1999 animated television special

Boo Boo Runs Wild is a 1999 animated television special directed by The Ren & Stimpy Show creator John Kricfalusi and produced by Spümcø for Cartoon Network. It is a parody of the Hanna-Barbera series The Yogi Bear Show, revolving around Ranger Smith. It originally aired on Cartoon Network on September 24, 1999, along with A Day in the Life of Ranger Smith, a similar Yogi Bear-themed stand-alone special as part of The Cartoon Cartoons Show.

Despite Boo Boo being the arguable star of this short, it is title carded as "A Ranger Smith Cartoon". The short is jokingly dedicated to layout artist Ed Benedict, the original designer for The Yogi Bear Show and other Hanna-Barbera properties of the 1950s–1960s, despite him being alive throughout its production.

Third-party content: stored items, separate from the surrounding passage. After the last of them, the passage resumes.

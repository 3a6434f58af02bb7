import type { RecordTerm, RecordVariable, StudyRecord } from '../record-type.ts';

/** What sentences need to know about a study's names, units and the scale of its response. */
export interface Lexicon {
  readonly variables: ReadonlyMap<string, RecordVariable>;
  readonly response: {
    readonly variable: string;
    /** As it stands inside a sentence: "fuel burned". */
    readonly label: string;
    readonly unit: string | null;
    readonly scale: string;
    /** Box–Cox λ, null on the other scales. */
    readonly lambda: number | null;
  };
  /** Confidence of coefficient intervals and of prediction intervals, between 0 and 1. */
  readonly confidence: number;
  readonly predictionInterval: number;
}

export function lexiconOf(record: StudyRecord): Lexicon {
  const response = record.model?.response ?? { ...record.response, lambda: null };
  return {
    variables: new Map(record.data.variables.map((variable) => [variable.name, variable])),
    response: {
      variable: response.variable,
      label: lowered(response.label || response.variable),
      unit: response.unit,
      scale: response.scale,
      lambda: response.lambda,
    },
    confidence: record.study.confidence,
    predictionInterval: record.study.prediction_interval,
  };
}

/** "Fuel burned" → "fuel burned" inside a sentence; abbreviations and single capitals stay ("HDD", "CO₂"). */
export function lowered(label: string): string {
  return /^\p{Lu}\p{Ll}/u.test(label) ? label[0]!.toLowerCase() + label.slice(1) : label;
}

/** The first letter as a capital, at the start of a sentence or heading. */
export function raised(text: string): string {
  const first = text.codePointAt(0);
  if (first === undefined) return text;
  const letter = String.fromCodePoint(first);
  return letter.toUpperCase() + text.slice(letter.length);
}

/** A variable's label inside a sentence; its name where it has no label or is unknown. */
export function labelOf(lexicon: Lexicon, variable: string): string {
  const label = lexicon.variables.get(variable)?.label;
  return label ? lowered(label) : variable;
}

export function unitOf(lexicon: Lexicon, variable: string): string | null {
  return lexicon.variables.get(variable)?.unit ?? null;
}

/** A term for people: its name with the variables' labels in place of their names ("speed³", "cargo × vessel"). */
export function termLabel(lexicon: Lexicon, term: Pick<RecordTerm, 'name' | 'kind' | 'variables'>): string {
  if (term.kind === 'interaction') return relabelled(lexicon, term.name, term.variables);
  const [variable] = term.variables;
  if (variable === undefined || !term.name.startsWith(variable)) return term.name;
  const rest = term.name.slice(variable.length);
  const unit = term.kind === 'bend' ? unitOf(lexicon, variable) : null;
  return labelOf(lexicon, variable) + rest + (unit ? `\u00a0${unit}` : '');
}

/** Members of an interaction are joined by " × "; each starts with the name of its variable. */
function relabelled(lexicon: Lexicon, name: string, variables: readonly string[]): string {
  return name
    .split(' × ')
    .map((part) => {
      // The longest name first, so that "speed_cubed" is not taken for "speed" and a rest.
      const variable = [...variables].sort((a, b) => b.length - a.length).find((v) => part.startsWith(v));
      return variable === undefined ? part : labelOf(lexicon, variable) + part.slice(variable.length);
    })
    .join(' × ');
}

/** "a", "a and b", "a, b and c". */
export function listed(items: readonly string[], word = 'and'): string {
  if (items.length <= 1) return items[0] ?? '';
  return `${items.slice(0, -1).join(', ')} ${word} ${items.at(-1)}`;
}

/** A candidate's name inside a sentence; in quotation marks where its own punctuation could be taken for the sentence's. */
export function named(name: string): string {
  return /[.,;:()]/.test(name) ? `“${name}”` : name;
}

/** Ends a sentence that may or may not have its full stop. */
export function stopped(sentence: string): string {
  const text = sentence.trim();
  return text === '' || /[.!?:]$/.test(text) ? text : `${text}.`;
}

/** "1 row", "12 rows". */
export function counted(
  n: number,
  one: string,
  many = `${one}s`,
  format = (x: number): string => String(x),
): string {
  return `${format(n)}\u00a0${n === 1 ? one : many}`;
}

/** The variable of exactly this name, or null. */
export function variableNamed(lexicon: Lexicon, name: string): RecordVariable | null {
  return lexicon.variables.get(name) ?? null;
}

Since its original debut in 1999, Boo Boo Runs Wild has aired multiple times on Cartoon Network's late-night programming block, Adult Swim. Despite airing on Adult Swim, it retained its original TV-Y7 rating until 2016, when it was rerated to TV-PG. From January 2006 until April 2006, Boo Boo Runs Wild aired every Sunday on Adult Swim. Promos for these Sunday reruns would treat the program as if it was an actual series, previewing the "next episode" yet also calling it the "premiere episode" later on in the promo. On April 1, 2006, following the normal Neon Genesis Evangelion bump, Adult Swim aired Boo Boo Runs Wild as an April Fool's Day joke, despite all TV listings showing Evangelion in its normal time slot. Adult Swim re-aired Boo Boo Runs Wild on Halloween night, October 31, 2008, as part of an advertised "Halloween Stunt" night, where obscure or randomly seen shows preempted the usual programming for that Friday night. In 2011, Adult Swim re-aired Boo Boo Runs Wild every night from January 10 until January 14, as part of their "DVR Theatre". It aired again on the nights of August 12, 2016, September 5, 2017 (as a part of a "History of Adult Swim" programming event, despite not being made for the block in mind), and January 6, 2019.

==Plot==
Ranger Smith has gone on a rulemaking spree, posting arbitrary and nonsensical rules across all of Jellystone Park, including to the backside of a familiar-sounding moose, to his own glee. While Yogi Bear takes the new regulations with irritated annoyance, Boo Boo, usually the composed and sane one of the duo, feels increasingly repressed; and eventually, after a Ren Höek-esque rant, he loses his grip on sanity and goes feral, to Ranger Smith's dismay; as he always expected Yogi to be the one who rebelled.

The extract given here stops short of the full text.